DATA »
* * * * * * * * *

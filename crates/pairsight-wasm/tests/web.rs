//! The bindings as the page sees them, run in headless Chromium by
//! `wasm-bindgen-test-runner` (`cargo xtask test` sets it up).
#![cfg(target_arch = "wasm32")]

use js_sys::Reflect;
use wasm_bindgen::JsValue;
use wasm_bindgen_test::*;

wasm_bindgen_test_configure!(run_in_browser);

fn get(obj: &JsValue, key: &str) -> JsValue {
    Reflect::get(obj, &JsValue::from_str(key)).expect("property readable")
}

#[wasm_bindgen_test]
fn version_is_the_core_version() {
    assert_eq!(pairsight_wasm::version(), pairsight_core::VERSION);
}

#[wasm_bindgen_test]
fn missing_markers_are_the_cores() {
    let list = js_sys::Array::from(&pairsight_wasm::missing_markers().expect("a list"));
    let got: Vec<String> = list.iter().filter_map(|v| v.as_string()).collect();
    assert_eq!(got, pairsight_core::ingest::MISSING_MARKERS);
}

#[wasm_bindgen_test]
fn summary_arrives_as_a_plain_object() {
    let csv = b"id,visit,age,ward\n1,1,71,A\n2,0,NA,B\n3,0,64,A\n";
    let s = pairsight_wasm::summarize_csv(csv).expect("readable file");
    assert_eq!(get(&s, "rows").as_f64(), Some(3.0));
    assert_eq!(get(&s, "columns").as_f64(), Some(4.0));
    assert_eq!(get(&s, "delimiter").as_string().as_deref(), Some("comma"));
    let cols = js_sys::Array::from(&get(&s, "column_summaries"));
    assert_eq!(cols.length(), 4);
    let age = cols.get(2);
    assert_eq!(get(&age, "name").as_string().as_deref(), Some("age"));
    assert_eq!(get(&age, "kind").as_string().as_deref(), Some("numeric"));
    assert_eq!(get(&age, "missing").as_f64(), Some(1.0));
    assert_eq!(
        get(&cols.get(1), "kind").as_string().as_deref(),
        Some("binary")
    );
    // A plain object, not a Map: it must survive postMessage and JSON.
    assert!(js_sys::JSON::stringify(&s).is_ok());
}

#[wasm_bindgen_test]
fn error_object_names_row_and_nulls_what_is_unknown() {
    let e = pairsight_wasm::summarize_csv(b"a,b\n1,2\n3,4,5\n").expect_err("ragged row");
    assert_eq!(get(&e, "kind").as_string().as_deref(), Some("data"));
    assert_eq!(get(&e, "row").as_f64(), Some(3.0));
    assert!(get(&e, "column").is_null());
    assert!(get(&e, "key").is_null());
    let msg = get(&e, "message").as_string().unwrap_or_default();
    assert!(msg.contains("row 3"), "{msg}");
}

#[wasm_bindgen_test]
fn error_object_names_the_column_when_known() {
    let e = pairsight_wasm::summarize_csv(b"age,age\n1,2\n").expect_err("duplicate header");
    assert_eq!(get(&e, "row").as_f64(), Some(1.0));
    assert_eq!(get(&e, "column").as_string().as_deref(), Some("age"));
    let detail = get(&e, "detail").as_string().unwrap_or_default();
    assert!(detail.contains("duplicate header"), "{detail}");
}
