def test_dossier_text_has_no_internal_names(two_runs):
    """Plain words in the reviewer's documents: no internal symbols, Python literals or raw solver states."""
    import re

    a, _b, _ = two_runs
    for name in ("dossier.md", "dossier.html"):
        text = (a / name).read_text()
        # the appendix holds the input files verbatim (TOML arrays included): judged on the tool's own words
        text = re.sub(r"Appendix: the inputs, verbatim.*?(?=Figures)", "", text, flags=re.S)
        assert "Appendix" not in text
        for pattern in (r"\bm11\b", r"\bc_b\b", r"\bTrue\b", r"\bFalse\b", "optimal_inaccurate", r"\[\s*-?\d+\.\d+,"):
            assert not re.search(pattern, text), (name, pattern)
    assert (a / ".robust-dossier").is_file()


def test_results_validate_against_the_published_schema(two_runs):
    """results.json validates against robust/report/results.schema.json (jsonschema, Draft 2020-12)."""
    from importlib import resources

    import jsonschema

    a, _b, _ = two_runs
    schema = json.loads(resources.files("robust.report").joinpath("results.schema.json").read_text())
    jsonschema.Draft202012Validator.check_schema(schema)
    data = json.loads((a / "results.json").read_text())
    jsonschema.validate(data, schema, cls=jsonschema.Draft202012Validator)
    bad = dict(data, verdicts=[dict(data["verdicts"][0], status="MAYBE")])
    with pytest.raises(jsonschema.ValidationError):
        jsonschema.validate(bad, schema, cls=jsonschema.Draft202012Validator)


def test_decision_page_and_the_inputs_kept_verbatim(two_runs):
    """Page 1 names the gain to use (or the closest one, never as recommended); the case file and every gain
    set are in the dossier folder at full precision, with SHA-256 values a reviewer can recompute; no figure
    file exceeds 1 MB."""
    import hashlib

    import numpy as np

    from robust.gains import read_gain_file

    a, _b, _ = two_runs
    md = (a / "dossier.md").read_text()
    assert md.index("## Decision page") < md.index("## Safety cautions")
    data = json.loads((a / "results.json").read_text())
    passing = [v["gain"] for v in data["verdicts"] if v["status"] == "PASS"]
    page1 = md[md.index("## Decision page") : md.index("## Safety cautions")]
    if passing:
        name = page1.split("Recommended gain set: '")[1].split("'")[0]
        assert name in passing
    else:
        assert "Closest gain set (NOT recommended)" in page1 and "Recommended gain set" not in page1
    assert "Sign-off" in page1 and "Reviewer" in page1 and "Open items" in page1
    assert (a / "case.toml").read_bytes() == CASE.read_bytes()
    files = {i["file"]: i for i in data["inputs"]}
    for name, entry in files.items():
        assert hashlib.sha256((a / name).read_bytes()).hexdigest() == entry["sha256"], name
        assert entry["sha256"] in md
    K = {g["gain"]["name"]: np.array(g["gain"]["K"]) for g in data["check"]["gains"]}
    for name, k in K.items():
        g = read_gain_file(a / "gains" / f"{name}.toml")
        np.testing.assert_array_equal(g.K, k)  # full precision, not a rounded table
    assert max(p.stat().st_size for p in (a / "figures").glob("*")) < 1_000_000


def test_previous_dossier_is_compared_and_a_bad_one_refused(two_runs, tmp_path, capsys):
    a, _b, _ = two_runs
    out = tmp_path / "again"
    assert main(["dossier", str(CASE), "--out", str(out), "--quiet", "--no-synthesis", "--previous", str(a)]) in (0, 1)
    md = (out / "dossier.md").read_text()
    assert "Changes since the previous dossier" in md and "Case file unchanged" in md
    assert "(removed)" in md or "no change" in md
    capsys.readouterr()
    bad = tmp_path / "bad"
    assert main(["dossier", str(CASE), "--out", str(bad), "--quiet", "--previous", str(tmp_path / "nowhere")]) == 2
    assert "--previous" in capsys.readouterr().err and not bad.exists()


def test_recommendation_prefers_room_on_the_tightest_requirement():
    """The recommended gain passes everything and has the largest smallest normalised margin; when nothing
    passes, the closest (fewest failures) is returned but flagged as not meeting every requirement."""
    from robust.verdict import Outcome, OverallVerdict, recommend

    def v(name, status, margins):
        outs = tuple(
            Outcome(f"k{i}", f"req {i}", "linear", "pass" if m >= 0 else "fail", "sampled", 1.0, 1.0 + m, m, "1/s", "")
            for i, m in enumerate(margins)
        )
        failing = tuple(o.label for o in outs if o.status == "fail")
        return OverallVerdict(name, status, outs, (), (), failing)

    best, why = recommend([v("a", "PASS", [0.1, 0.5]), v("b", "PASS", [0.3, 0.4]), v("c", "FAIL", [-0.1, 2.0])])
    assert best.gain == "b" and "meets every requirement" in why
    best, why = recommend([v("c", "FAIL", [-0.1, -0.2]), v("d", "FAIL", [-0.5, 1.0])])
    assert best.gain == "d" and "NO gain set meets every requirement" in why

* * * * * * * * *

WHAT THE EXERCISE ASKS » Report the number of lines in the listing that contain the word "meets". No other words are permitted.

WRITTEN ANSWER » 2